The people of God are like one big family. And they too have memories, something to recall. This morning, as we celebrate the Lord's Supper, we are asked to remember. As we eat and drink, Jesus says, "Remember." "Do this in remembrance of me." Jesus wants us to remember two things: His sacrifice upon the cross and the coming of the eternal banquet.

I Remember the Atoning Sacrifice
A In our Scripture passage we see Jesus and His disciples eating and celebrating the Passover feast. In the Passover feast, God's children remember and relive the Exodus from the slavery and bondage of Egypt. They remembered how the Angel of the Lord killed the firstborn son and cattle and sheep and oxen. They remembered how the Angel passed over every Israelite home with the blood of the Passover lamb sprinkled on the door frame. They remembered how the Egyptians begged the Israelites to leave.

Each element of the Passover meal has special meaning: the unleavened bread represents the haste with which Israel left Egypt, the bitter herbs represent the slavery, the fruit-purée paste (which resembles clay) recalls the forced labor, the Passover lamb brings to mind God's merciful "passing over" Israel, the red wine symbolizes the blood of the Passover lamb sprinkled upon the doorpost.

B During this last supper with His disciples, Jesus reinterprets the traditional elements of the Passover feast and gives them new meaning. With the bread He says, "This is my body given for you." With the wine He says, "This cup is the new covenant in my blood, which is poured out for you."

Jesus speaks of His body that has been given and His blood which has been poured out. The same language is used to designate the flesh and blood of the Passover lamb. In other words, Jesus is speaking of Himself as the Passover Lamb. As Paul puts it, "Christ, our Passover lamb, has been sacrificed" (1 Cor 5:7; cf 1 Pt 1:19; Rev 5:6,9,12; 12:11; John 1:29,36).

Now, in instituting the Lord's Supper, Jesus says, "Do this in remembrance of me." In other words, we are to remember and believe that Jesus is the Passover Lamb.

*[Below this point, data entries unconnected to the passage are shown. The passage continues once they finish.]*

/**
 * Which models take part in selection, and whether each can be fitted on a given
 * training length. Eligibility rules:
 *  - a seasonal model needs seasonLength >= 2;
 *  - a model that requires positive data is skipped if any value is <= 0;
 *  - the training part must hold max(model minimum, 2 full seasons for seasonal models)
 *    points (two seasons: common practice, so seasonal states are estimated from more
 *    than one cycle).
 */
import type { ModelName, ModelSpec } from '../types.js'

export const INTERMITTENT_MODELS: readonly ModelName[] = ['croston', 'sba']

/** Minimum training length of a model for this season length. */
export function requiredLength(spec: ModelSpec, seasonLength: number): number {
  const own = spec.minLength(seasonLength)
  return spec.seasonal ? Math.max(own, 2 * seasonLength) : own
}

/** Reason the model cannot be fitted whatever the length, or null. */
export function structuralReason(spec: ModelSpec, seasonLength: number, values: readonly number[]): string | null {
  if (spec.seasonal && seasonLength < 2) return `${spec.name} needs seasonLength >= 2`
  if (spec.requiresPositive && values.some((v) => !(v > 0))) return `${spec.name} needs positive data`
  return null
}

/** Reason the training part is too short, or null. */
export function lengthReason(spec: ModelSpec, seasonLength: number, trainLength: number, holdout: boolean): string | null {
  const need = requiredLength(spec, seasonLength)
  if (trainLength >= need) return null
  return holdout
    ? `${spec.name} requires at least ${need} data points in the training part (${trainLength} available)`
    : `${spec.name} requires at least ${need} data points`
}

export interface CandidateSet {
  readonly specs: readonly ModelSpec[]
  /** Requested models this build does not provide. */
  readonly unavailable: readonly ModelName[]
}

/**
 * The requested models, or by default every registered model except the
 * intermittent-demand ones, which join only when `intermittent` is true.
 */
export function candidateModels(
  registry: readonly ModelSpec[],
  requested: readonly ModelName[] | undefined,
  intermittent: boolean,
): CandidateSet {
  if (requested === undefined) {
    const specs = registry.filter((s) => intermittent || !INTERMITTENT_MODELS.includes(s.name))
    return { specs, unavailable: [] }
  }
  const specs = registry.filter((s) => requested.includes(s.name))
  const unavailable = requested.filter((name) => !registry.some((s) => s.name === name))
  return { specs, unavailable }
}
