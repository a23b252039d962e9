import { MAX_ABS_VALUE, SKU_PATTERN } from '../schemas/run.js'
import { normaliseTags } from './tags.js'

/** A plain decimal number: optional sign, digits, optional fraction and exponent. No hex, no Infinity. */
const DECIMAL = /^[+-]?(?:\d+\.?\d*|\.\d+)(?:[eE][+-]?\d+)?$/
/** The same with a decimal comma (`1,5`). */
const DECIMAL_COMMA = /^[+-]?(?:\d+,?\d*|,\d+)(?:[eE][+-]?\d+)?$/

/** How a CSV writes the fraction of a number: `1.5` (point) or `1,5` (comma). */
export type DecimalSeparator = 'point' | 'comma'

/**
 * Parse a demand cell. The decimal separator is `.` unless `decimal` is
 * `comma`; thousands separators are refused either way (with a decimal comma,
 * a `.` is refused: `1.000` may mean one thousand).
 * @returns the finite number, or why the cell is refused
 */
export function parseDemand(cell: string, decimal: DecimalSeparator = 'point'): { value: number } | { reason: string } {
  const text = cell.trim()
  if (text === '') return { reason: 'demand is empty' }
  const comma = decimal === 'comma'
  if (!(comma ? DECIMAL_COMMA : DECIMAL).test(text)) {
    const hint = comma ? 'use , as decimal comma and no thousands separator' : 'use . as decimal point'
    return { reason: `demand ${JSON.stringify(cell.slice(0, 40))} is not a number (${hint})` }
  }
  const value = Number(comma ? text.replace(',', '.') : text)
  if (!Number.isFinite(value) || Math.abs(value) > MAX_ABS_VALUE) {
    return { reason: `demand ${JSON.stringify(cell.slice(0, 40))} is out of range (at most 1e15 in size)` }
  }
  return { value }
}

/** Separates the tags in one CSV cell (`category:garden|site:north`): never a delimiter, never part of a tag. */
export const TAG_SEPARATOR = '|'

/**
 * Parse a tags cell: tags separated by TAG_SEPARATOR, blanks around each
 * trimmed, empty parts skipped. Each tag follows the rule of JSON uploads.
 * @returns the tags (empty for an empty cell), or why the cell is refused
 */
export function parseTagsCell(cell: string): { tags: string[] } | { reason: string } {
  const parts = cell.split(TAG_SEPARATOR).map((t) => t.trim()).filter((t) => t !== '')
  return normaliseTags(parts)
}

/** Same rule as the Sku schema: 1-200 characters, no control characters, well-formed Unicode. Surrounding blanks are trimmed. */
export function parseSku(cell: string): { sku: string } | { reason: string } {
  const sku = cell.trim()
  if (sku === '') return { reason: 'SKU is empty' }
  if (sku.length > 200) return { reason: 'SKU is longer than 200 characters' }
  if (/[\u0000-\u001f\u007f]/.test(sku)) return { reason: 'SKU contains control characters' }
  if (!SKU_PATTERN.test(sku)) return { reason: 'SKU contains a lone UTF-16 surrogate (not well-formed Unicode)' }
  return { sku }
}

C Why did the Angel of the Lord pass over the Israelite homes when he visited death and destruction upon Egypt? You need to remember that the Israelites were as sinful and as stubborn as the Egyptians. They worshiped other gods and refused to accept Moses as God's servant. So why did the Angel of the Lord pass over them? Because of the blood of the lamb. The lamb was sacrificed in their place and for their sin.

Jesus is the Passover Lamb. Because of His blood upon the cross God passes over our sin. He is the Lamb sacrificed in our place and for our sin. We are to remember, as John the Baptist puts it, that Jesus is "the Lamb of God, who takes away the sin of the world" (Jn 1:29).
Topic: Atonement
Subtopic:
Index: 304-305
Date: 3/2000.101
Title: Let Me Take His Whipp'n

In a certain one-room mountain school severe discipline was used to keep students in line. The noon recess was ended and the teacher was grilling the class on the disappearance of Sally Jane's lunch. After a few minutes of verbal threats and demands, a sob was heard. It was little Billy--a thin, undernourished child. His family was the poorest of the poor.
"Did you take Sally Jane's lunch?" demanded the teacher.
"Yes, sir," mumbled Billy through his tears. "I was hungry."
"Nevertheless, you did wrong to steal and you must be punished," declared the teacher.
As the teacher removed the leather strap from its place on the wall, Billy was ordered to the front of the room and told to remove his shirt. The arm of the teacher was raised over the bent and trembling form of little Billy.
"HOLD IT, TEACHER!" shouted a husky voice from the rear of the room. It was Big Jim striding down the aisle removing his shirt as he came. "Let me take his whipp'n," he begged.
The teacher was aghast, but knowing that justice must be demonstrated, he consented and laid the belt to the back of Big Jim with such force that even the stronger boy winced and his eyes watered. But Billy never forgot the day that Big Jim took his place.
Likewise, neither should we ever forget the day that Christ took our place.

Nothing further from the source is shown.